Dengan cara terus menghindar sekarang ganti aku yang mengendalikan pertarungan.
Pada satu kesempatan, aku hujamkan cakarku yang tajam ke bagian perutnya, sang serigala langsung jatuh, aku lihat dia sulit berdiri, sorot matanya yang buas perlahan meredup dan mengiba. Para binatang hutan terdiam melihat kemenanganku, mereka seakan tak percaya, aku yang pada awal pertarungan jadi bulan-bulanan, pada akhirnya dapat mengalahkan sang serigala.

"Tolong lepaskan aku, aku tidak akan mengganggu hutan ini lagi," pinta serigala besar itu dengan lirih. Aku memandang lawanku yang tak berdaya dengan penuh rasa kasihan.

“Pergilah dari hutan ini dan jangan pernah kembali, kami tak ingin melihatmu lagi,” ucapku pada lawan yang telah aku kalahkan tersebut.

“Hore… hore… hore…,” teriak para binatang serentak bersamaan dengan lenyapnya sang serigala keluar dari hutan. Akhirnya mereka terbebas dari marabahaya.
“Terima kasih, kau telah menyelamatkan nyawa kami," ucap Kelinci tua yang diikuti oleh semua binatang.

“Maaf kami telah menolakmu menjadi teman kami, sebenarnya kami tidak membencimu, kami hanya takut denganmu,” kata Orang Utan sambil menjabat tanganku. Tak kusangka akhirnya mereka mau menjadi temanku sekarang, aku bahagia sekali.
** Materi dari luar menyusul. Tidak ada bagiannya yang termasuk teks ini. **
import { describe, expect, test } from "vitest";
import { isFromMemory } from "@/lib/tables/citations";
import {
  beamsStringersCF,
  findSawnValues,
  SAWN_GRADES,
  sawnValuesForSize,
  sizeFactorFor,
  SPECIES,
  STARTER_TABLES,
  type SawnGrade,
  type Species,
} from "@/lib/tables";

const T = STARTER_TABLES;

type Values7 = [Fb: number, Ft: number, Fv: number, FcPerp: number, Fc: number, E: number, Emin: number];

// NDS Supplement 2018, Table 4A, as reproduced in xcfem/xc, python_modules/materials/awc_nds/
// dimensional_lumber.py (classes DouglasFirLarchWood, HemFirWood, SprucePineFirWood; psi, read with
// the search tool). Fb, Ft, Fv, Fc⊥, Fc, E, Emin. Exact match expected, except the one slip below.
const TABLE_4A_XCFEM: [Species, SawnGrade, Values7][] = [
  ["Douglas Fir-Larch", "Select Structural", [1500, 1000, 180, 625, 1700, 1_900_000, 690_000]],
  ["Douglas Fir-Larch", "No.1", [1000, 675, 180, 625, 1500, 1_700_000, 620_000]],
  ["Douglas Fir-Larch", "No.2", [900, 575, 180, 625, 1350, 1_600_000, 580_000]],
  ["Douglas Fir-Larch", "No.3", [525, 325, 180, 625, 775, 1_400_000, 510_000]],
  ["Hem-Fir", "Select Structural", [1400, 925, 150, 405, 1500, 1_600_000, 580_000]],
  ["Hem-Fir", "No.1", [975, 625, 150, 405, 1350, 1_500_000, 550_000]],
  ["Hem-Fir", "No.2", [850, 525, 150, 405, 1300, 1_300_000, 470_000]],
  ["Hem-Fir", "No.3", [500, 300, 150, 405, 725, 1_200_000, 440_000]],
  // xcfem/xc prints Select Structural Fb 1,150; the published copy below and a trade table say 1,250
  ["Spruce-Pine-Fir", "Select Structural", [1150, 700, 135, 425, 1400, 1_500_000, 550_000]],
  ["Spruce-Pine-Fir", "No.1", [875, 450, 135, 425, 1150, 1_400_000, 510_000]],
  ["Spruce-Pine-Fir", "No.2", [875, 450, 135, 425, 1150, 1_400_000, 510_000]],
  ["Spruce-Pine-Fir", "No.3", [500, 250, 135, 425, 650, 1_200_000, 440_000]],
];

// NDS Supplement 2018, Table 4A, as a Kotlin WoodPropertyService reproduces it ("NDS 2018 Supplement
// Table 4A"; Hem-Fir No.3 not in it). Same columns, exact match expected.
const TABLE_4A_KOTLIN: [Species, SawnGrade, Values7][] = [
  ["Douglas Fir-Larch", "Select Structural", [1500, 1000, 180, 625, 1700, 1_900_000, 690_000]],
  ["Douglas Fir-Larch", "No.1", [1000, 675, 180, 625, 1500, 1_700_000, 620_000]],
  ["Douglas Fir-Larch", "No.2", [900, 575, 180, 625, 1350, 1_600_000, 580_000]],
  ["Douglas Fir-Larch", "No.3", [525, 325, 180, 625, 775, 1_400_000, 510_000]],
  ["Hem-Fir", "Select Structural", [1400, 925, 150, 405, 1500, 1_600_000, 580_000]],
  ["Hem-Fir", "No.1", [975, 625, 150, 405, 1350, 1_500_000, 550_000]],
  ["Hem-Fir", "No.2", [850, 525, 150, 405, 1300, 1_300_000, 470_000]],
  ["Spruce-Pine-Fir", "Select Structural", [1250, 700, 135, 425, 1400, 1_500_000, 550_000]],
  ["Spruce-Pine-Fir", "No.1", [875, 450, 135, 425, 1150, 1_400_000, 510_000]],
  ["Spruce-Pine-Fir", "No.2", [875, 450, 135, 425, 1150, 1_400_000, 510_000]],
  ["Spruce-Pine-Fir", "No.3", [500, 250, 135, 425, 650, 1_200_000, 440_000]],
];
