/** A sawn header's spacer (2-ply 2x only), jack studs under each end and king studs beside them. */
function headerExtras(
  m: OrderMember,
  spec: Extract<MemberSpec, { material: "sawn" }>,
  bIn: number,
  dIn: number,
  cut: number,
  tables: MaterialTables,
  studLengthFt: number,
): Piece[] {
  const pieces: Piece[] = [];
  let thickness = spec.plies * bIn;
  if (spec.plies === 2 && Math.abs(bIn - 1.5) < 1e-9 && dIn > 0) {
    thickness += SPACER_IN;
    const strips = spacerStrips(cut);
    pieces.push({
      group: "Sheet goods",
      item: `1/2 in plywood spacer strips, ${formatInches(dIn)} wide x 8 ft`,
      lengthFt: null,
      quantity: strips,
      unit: "pcs",
      use: `${m.label}: spacer between the plies`,
      note: `${stripsPerSheet(dIn)} strips rip from one 4x8 sheet`,
      ref: null,
      sortKey: dIn,
    });
  }
  const reactions = m.summary?.reactions ?? [];
  const ends = reactions.length >= 2 ? [reactions[0], reactions[reactions.length - 1]] : [];
  const jacks = ends.reduce((n, r) => n + (r.jackStuds ?? 0), 0);
  const kings = ends.length * KING_STUDS_PER_END;
  if (jacks + kings > 0) {
    const studSize = studSizeFor(thickness);
    const studRef: ItemRef = { material: "sawn", species: spec.species as Species, grade: "No.2", size: studSize };
    const { t, d } = nominal(studSize);
    pieces.push({
      group: sawnGroup(spec.species, "No.2"),
      item: studSize,
      lengthFt: stockLengthFor(studLengthFt, stockLengthsOf(tables, "sawn")).pieceFt,
      quantity: jacks + kings,
      unit: "pcs",
      use: `${m.label}: ${plural(jacks, "jack stud")} and ${plural(kings, "king stud")}`,
      ref: studRef,
      sortKey: d * 100 + t,
    });
  }
  return pieces;
}

/** Rim joists across both ends of the joists and rows of blocking between them, of the joist's size (common practice). */
function floorExtras(
  m: OrderMember,
  group: string,
  size: string,
  ref: ItemRef,
  sortKey: number,
  joists: number,
  spacingIn: number,
  bIn: number,
  widthFt: number,
  tables: MaterialTables,
): Piece[] {
  const pieces: Piece[] = [];
  const stock = stockLengthsOf(tables, "sawn");
  const rim = stockLengthFor(widthFt, stock);
  pieces.push({
    group,
    item: size,
    lengthFt: rim.pieceFt,
    quantity: 2 * rim.pieces,
    unit: "pcs",
    use: `${m.label}: rim joists at both ends${rim.pieces > 1 ? `, ${rim.pieces} pieces each` : ""}`,
    ref,
    sortKey,
  });
  const rows = spansFt(m.flowState).reduce((n, span) => n + blockingRows(span), 0);
  if (rows > 0 && joists > 1) {
    const blocks = rows * blocksPerRow(joists);
    const blockIn = spacingIn - bIn;
    const piece = stock[0] ?? 8;
    const perPiece = blocksPerPiece(blockIn, piece);
    if (perPiece > 0) {
      pieces.push({
        group,
        item: size,
        lengthFt: piece,
        quantity: Math.ceil(blocks / perPiece),
        unit: "pcs",
        use: `${m.label}: ${plural(rows, "row")} of blocking, ${blocks} blocks ${formatInches(blockIn)} long (${perPiece} a piece)`,
        ref,
        sortKey,
      });
    }
  }
  return pieces;
}

interface Concrete {
  yd3: number;
  use: string;
}

/**
 * Posts under each support of a beam on posts, and a round footing under each, from the numbers typed on the
 * beam (not checked): only for the supports that do not stand on posts and footings built in the load path.
 */
function typedPostPieces(m: OrderMember, tables: MaterialTables, missing: string[]): { pieces: Piece[]; concrete: Concrete | null } {
  const none = { pieces: [], concrete: null };
  if (!ON_POSTS.includes(m.kind)) return none;
  const supports = m.flowState.supports.length;
  const posts = Math.max(0, supports - (m.builtUnder?.posts ?? 0));
  const footings = Math.max(0, supports - (m.builtUnder?.footings ?? 0));
  const rest = (n: number) => (n < supports ? ` not built on the job page` : "");
  const d = m.details;
  const pieces: Piece[] = [];
  if (posts > 0 && d.postHeightFt && d.postHeightFt > 0) {
    const size = d.postSize && POST_SIZE_CHOICES.includes(d.postSize) ? d.postSize : DEFAULT_POST_SIZE;
    const species = m.spec?.material === "sawn" ? m.spec.species : null;
    const stock = stockLengthFor(d.postHeightFt, stockLengthsOf(tables, "sawn"));
    const { t, d: depth } = nominal(size);
    pieces.push({
      group: species ? sawnGroup(species, "No.2") : "Posts",
      item: `${size} post`,
      lengthFt: stock.pieceFt,
      quantity: posts * stock.pieces,
      unit: "pcs",
      use: `${m.label}: ${plural(posts, "post")}${rest(posts)}, ${formatFeetInches(d.postHeightFt)} tall`,
      note: "post size is the builder's choice here and not checked: add the posts on the job page to have them checked",
      ref: species ? { material: "sawn", species: species as Species, grade: "No.2", size } : null,
      sortKey: depth * 100 + t,
      tag: "typed",
    });
  } else if (posts > 0 && m.kind === "deck-beam") {
    missing.push(`${m.label}: add the post height to list its ${plural(posts, "post")}${rest(posts)}.`);
  }
  if (footings > 0 && d.footingDiameterIn && d.footingDepthIn) {
    return {
      pieces,
      concrete: {
        yd3: footings * footingCubicYards(d.footingDiameterIn, d.footingDepthIn),
        use: `${m.label}: ${plural(footings, "footing")}${rest(footings)}, ${formatInches(d.footingDiameterIn)} across, ${formatInches(d.footingDepthIn)} deep (typed, not checked)`,
      },
    };
  }
  if (footings > 0 && m.kind === "deck-beam") missing.push(`${m.label}: add the footing diameter and depth to list the concrete.`);
  return { pieces, concrete: null };
}

/** "0' 0" and 8' 0"", "0' 0", 8' 0" and 16' 0"" */
function listWords(items: readonly string[]): string {
  return items.length <= 1 ? (items[0] ?? "") : `${items.slice(0, -1).join(", ")} and ${items[items.length - 1]}`;
}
Sejak peristiwa tersebut, aku tidak lagi menjadi macan yang kesepian walaupun aku tetap menjadi macan aneh yang tidak suka makan daging. Aku malah bersyukur ternyata keanehanku membuat aku tidak lagi ditakuti dan diasingkan oleh semua binatang di hutan, mereka sekarang menjadi temanku, bahkan kemudian aku diangkat menjadi pelindung mereka, menjadi seorang raja rimba yang sesungguhnya, raja yang dihormati dan disayangi oleh seluruh rakyatnya.